There are a lot of languages that get acceptably close to C, but as you get into more demanding tasks that list gets shorter. Fortran, Pike, C++, Rust, OCaml, Ada, and a few others are in that list for a lot more scenarios than CPython or Ruby. Perl has a big startup time, but for long-running tasks is acceptably close on its opcode VM. Many Forths would be too, and many Lisps. Both of those languages have native compilers here and there, though, that get you even closer.

vdupras•2mo ago
What I mean by a penalty of threaded code isn't related to whether words are implemented in native code or not. For example:

: square dup * ;

is going to generate a square word that does 2 calls, regardless of whether "dup" and "*" are native words or not.

The equivalent in C:

int square(int x) { return x*x; }

will generate code that contains no call, even if your C compiler is not a very optimized one.

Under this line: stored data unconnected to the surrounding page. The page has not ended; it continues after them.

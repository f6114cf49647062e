/** Shows a letter's inline images outside a mail program: `cid:` references become the images themselves. */
export interface InlineImage {
  readonly contentId: string
  readonly contentType: string
  readonly base64: string
}

export const withInlineImages = (html: string, images: readonly InlineImage[]): string =>
  images.reduce(
    (text, { contentId, contentType, base64 }) => text.replaceAll(`cid:${contentId}`, `data:${contentType};base64,${base64}`),
    html,
  )
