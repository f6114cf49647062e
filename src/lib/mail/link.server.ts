/** Signed links in mail: bound to one purpose and its payload, with an expiry, checked in constant time. No state is needed to verify them. */
import { createHmac, randomBytes, timingSafeEqual } from 'node:crypto'
import { chmodSync, existsSync, mkdirSync, readFileSync, writeFileSync } from 'node:fs'
import { join } from 'node:path'
import { processConfig } from '#lib/config.server.ts'

export interface TokenClaims {
  readonly purpose: string
  readonly expiresAtMs: number
  readonly subject: Readonly<Record<string, string>>
}

export function signToken(claims: TokenClaims, secret: string): string {
  const body = Buffer.from(JSON.stringify(claims)).toString('base64url')
  return `${body}.${mac(body, secret)}`
}

/** The claims of an untouched token that has not expired; `null` for anything else, whatever the reason. */
export function readToken(token: string, { secret, nowMs }: { readonly secret: string; readonly nowMs: number }): TokenClaims | null {
  const [body, given, ...rest] = token.split('.')
  if (!body || !given || rest.length > 0) return null
  const expected = Buffer.from(mac(body, secret))
  const actual = Buffer.from(given)
  if (actual.length !== expected.length || !timingSafeEqual(actual, expected)) return null
  const claims = JSON.parse(Buffer.from(body, 'base64url').toString('utf8')) as TokenClaims
  return claims.expiresAtMs > nowMs ? claims : null
}

const mac = (body: string, secret: string): string => createHmac('sha256', secret).update(body).digest('base64url')

const SECRET_BYTES = 48
let kept: string | null = null

/** The signing key: from the environment, or made once and kept in the data folder, readable by its owner alone. */
export function signingSecret(): string {
  if (kept) return kept
  const { secret, dataDir } = processConfig()
  if (secret) return (kept = secret)
  mkdirSync(dataDir, { recursive: true })
  const file = join(dataDir, 'signing-key')
  if (!existsSync(file)) {
    try {
      writeFileSync(file, randomBytes(SECRET_BYTES).toString('base64url'), { flag: 'wx', mode: 0o600 })
    } catch (error) {
      // The other process may have made it a moment ago; any other failure stands.
      if (!existsSync(file)) throw error
    }
    chmodSync(file, 0o600)
  }
  return (kept = readFileSync(file, 'utf8').trim())
}
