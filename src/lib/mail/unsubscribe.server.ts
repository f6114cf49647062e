/** The way out of letters that come by themselves: a signed link in the foot and in the headers, followed by one POST without signing in (RFC 8058). */
import type { MessageKind } from '#db/enums.ts'
import type { OrganisationId, PersonId, TenancyId } from '#db/ids.ts'
import { processConfig } from '#lib/config.server.ts'
import { signToken, signingSecret, type TokenClaims } from './link.server.ts'
import type { Secret } from './seal.server.ts'

/** Letters that a member of the organisation gets by themselves, without having asked for each. */
export const MEMBER_LETTERS = ['flag-summary', 'clock-change', 'digest'] as const satisfies readonly MessageKind[]
export type MemberLetter = (typeof MEMBER_LETTERS)[number]

export const isMemberLetter = (kind: string): kind is MemberLetter => (MEMBER_LETTERS as readonly string[]).includes(kind)

export type Subscriber = { readonly tenancyId: TenancyId } | { readonly personId: PersonId; readonly letters: MemberLetter }

export interface Unsubscribe {
  readonly url: string
  readonly secret: Secret
  readonly headers: Readonly<Record<string, string>>
  readonly footer: string
}

const VALID_MS = 365 * 86_400_000

export function unsubscribeLink(organisationId: OrganisationId, subscriber: Subscriber, nowMs: number): Unsubscribe {
  const { url, secret } = signedLink({ purpose: 'unsubscribe', expiresAtMs: nowMs + VALID_MS, subject: { organisationId, ...subscriber } })
  return {
    url,
    secret,
    headers: { 'List-Unsubscribe': `<${url}>`, 'List-Unsubscribe-Post': 'List-Unsubscribe=One-Click' },
    footer: `Stop these mails: ${url}`,
  }
}

/** The address that carries the claims, and the part of it that only the recipient may read. */
export function signedLink(claims: TokenClaims): { readonly url: string; readonly secret: Secret } {
  const token = signToken(claims, signingSecret())
  return { url: `${processConfig().baseUrl}/t/${token}`, secret: { token, claims } }
}
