/** The two ways a letter leaves: SMTP through nodemailer, or the local post room, a folder of .eml files for development. */
import { mkdir, readdir, readFile, rename, writeFile } from 'node:fs/promises'
import { join } from 'node:path'
import nodemailer, { type SendMailOptions } from 'nodemailer'
import type { DueLetter } from '#db/queries/mail.ts'
import type { Config } from '#lib/config.server.ts'

export type TransportOutcome =
  | { readonly kind: 'sent' }
  | { readonly kind: 'try-later'; readonly reason: string }
  | { readonly kind: 'refused'; readonly reason: string }
  /** The dialogue broke after the message was handed over: it may have arrived. */
  | { readonly kind: 'unknown'; readonly reason: string }
export type Transport = (letter: DueLetter) => Promise<TransportOutcome>

const SMTP_TIMEOUT_MS = 30_000

export function transportFor(config: Config): Transport {
  return config.smtpUrl
    ? smtpTransport(config.smtpUrl, config.mailFrom)
    : postRoomTransport(join(config.dataDir, 'post-room'), config.mailFrom)
}

function smtpTransport(smtpUrl: string, from: string): Transport {
  const mailer = nodemailer.createTransport(smtpUrl, {
    connectionTimeout: SMTP_TIMEOUT_MS,
    socketTimeout: SMTP_TIMEOUT_MS,
    greetingTimeout: SMTP_TIMEOUT_MS,
  } as object)
  return async (letter) => {
    try {
      await mailer.sendMail(mailOf(letter, from))
      return { kind: 'sent' }
    } catch (error) {
      return outcomeOf(error as SmtpError)
    }
  }
}

interface SmtpError extends Error {
  readonly responseCode?: number
  readonly code?: string
  readonly command?: string
}

function outcomeOf(error: SmtpError): TransportOutcome {
  // Server words may repeat the address, so only the code is kept.
  const reason = error.responseCode
    ? `The mail server answered ${error.responseCode}.`
    : `No answer from the mail server (${error.code ?? error.name}).`
  if (error.responseCode) return error.responseCode >= 500 ? { kind: 'refused', reason } : { kind: 'try-later', reason }
  // After DATA the letter's text has begun to travel; without the closing answer nobody knows.
  return error.command === 'DATA' ? { kind: 'unknown', reason } : { kind: 'try-later', reason }
}

function postRoomTransport(folder: string, from: string): Transport {
  const composer = nodemailer.createTransport({ streamTransport: true, buffer: true, newline: 'windows' })
  return async (letter) => {
    const { message } = await composer.sendMail(mailOf(letter, from))
    await mkdir(folder, { recursive: true })
    const file = join(folder, `${String(letter.queuedAtMs).padStart(15, '0')}-${letter.id}`)
    await writeFile(`${file}.tmp`, message as Buffer)
    await rename(`${file}.tmp`, `${file}.eml`)
    return { kind: 'sent' }
  }
}

const mailOf = (letter: DueLetter, from: string): SendMailOptions => ({
  from,
  to: letter.toEmail,
  subject: letter.subject,
  text: letter.text,
  html: letter.html,
  messageId: letter.messageId,
  date: new Date(letter.queuedAtMs),
  headers: { 'Auto-Submitted': 'auto-generated', ...letter.headers },
  attachments: letter.attachments.map((attachment) => ({
    filename: attachment.filename,
    cid: attachment.contentId,
    contentType: attachment.contentType,
    content: Buffer.from(attachment.base64, 'base64'),
    contentDisposition: 'inline',
  })),
})

/** Letters in the post room, newest first; an empty list where there is none. */
export async function readPostRoom(config: Config, limit: number): Promise<readonly { readonly name: string; readonly source: string }[]> {
  const folder = join(config.dataDir, 'post-room')
  const names = await readdir(folder).catch(() => [] as string[])
  const newest = names
    .filter((name) => name.endsWith('.eml'))
    .sort()
    .reverse()
    .slice(0, limit)
  return Promise.all(newest.map(async (name) => ({ name, source: await readFile(join(folder, name), 'utf8') })))
}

With STC, it becomes possible for an elaborate Forth to inline "dup" and "*", but STC is less popular on the 8-bit architectures you mentioned because it's much less compact.

It's in that context that I mention that threaded code entails a speed tax. It's those 2 calls.

Of course, in your Forth system, you could rewrite "square" in native code to get rid of the penalty, but then it's not threaded code anymore, it's native code.

cestith•2mo ago
Oh, yeah. The call overhead specifically isn’t all that onerous though is it? For your example you’re also talking about making a memory copy, and unless you have hardware multiply you’re doing looping addition.

Most Forths I’ve dealt with also offer inline assembly as part of a word definition, so I suppose you could do it that way if really desired. I can see what you mean though about the penalty being completely acceptable, because it shouldn’t be super large.

vdupras•2mo ago
It depends on the weight of the target word. For trivial words like "dup" or "1+", the cost of the call is proportionally pretty big compared to inlining the native code.

But all it all, I agree that this tax is far from being a deal breaker. That's why I don't say that in my article :)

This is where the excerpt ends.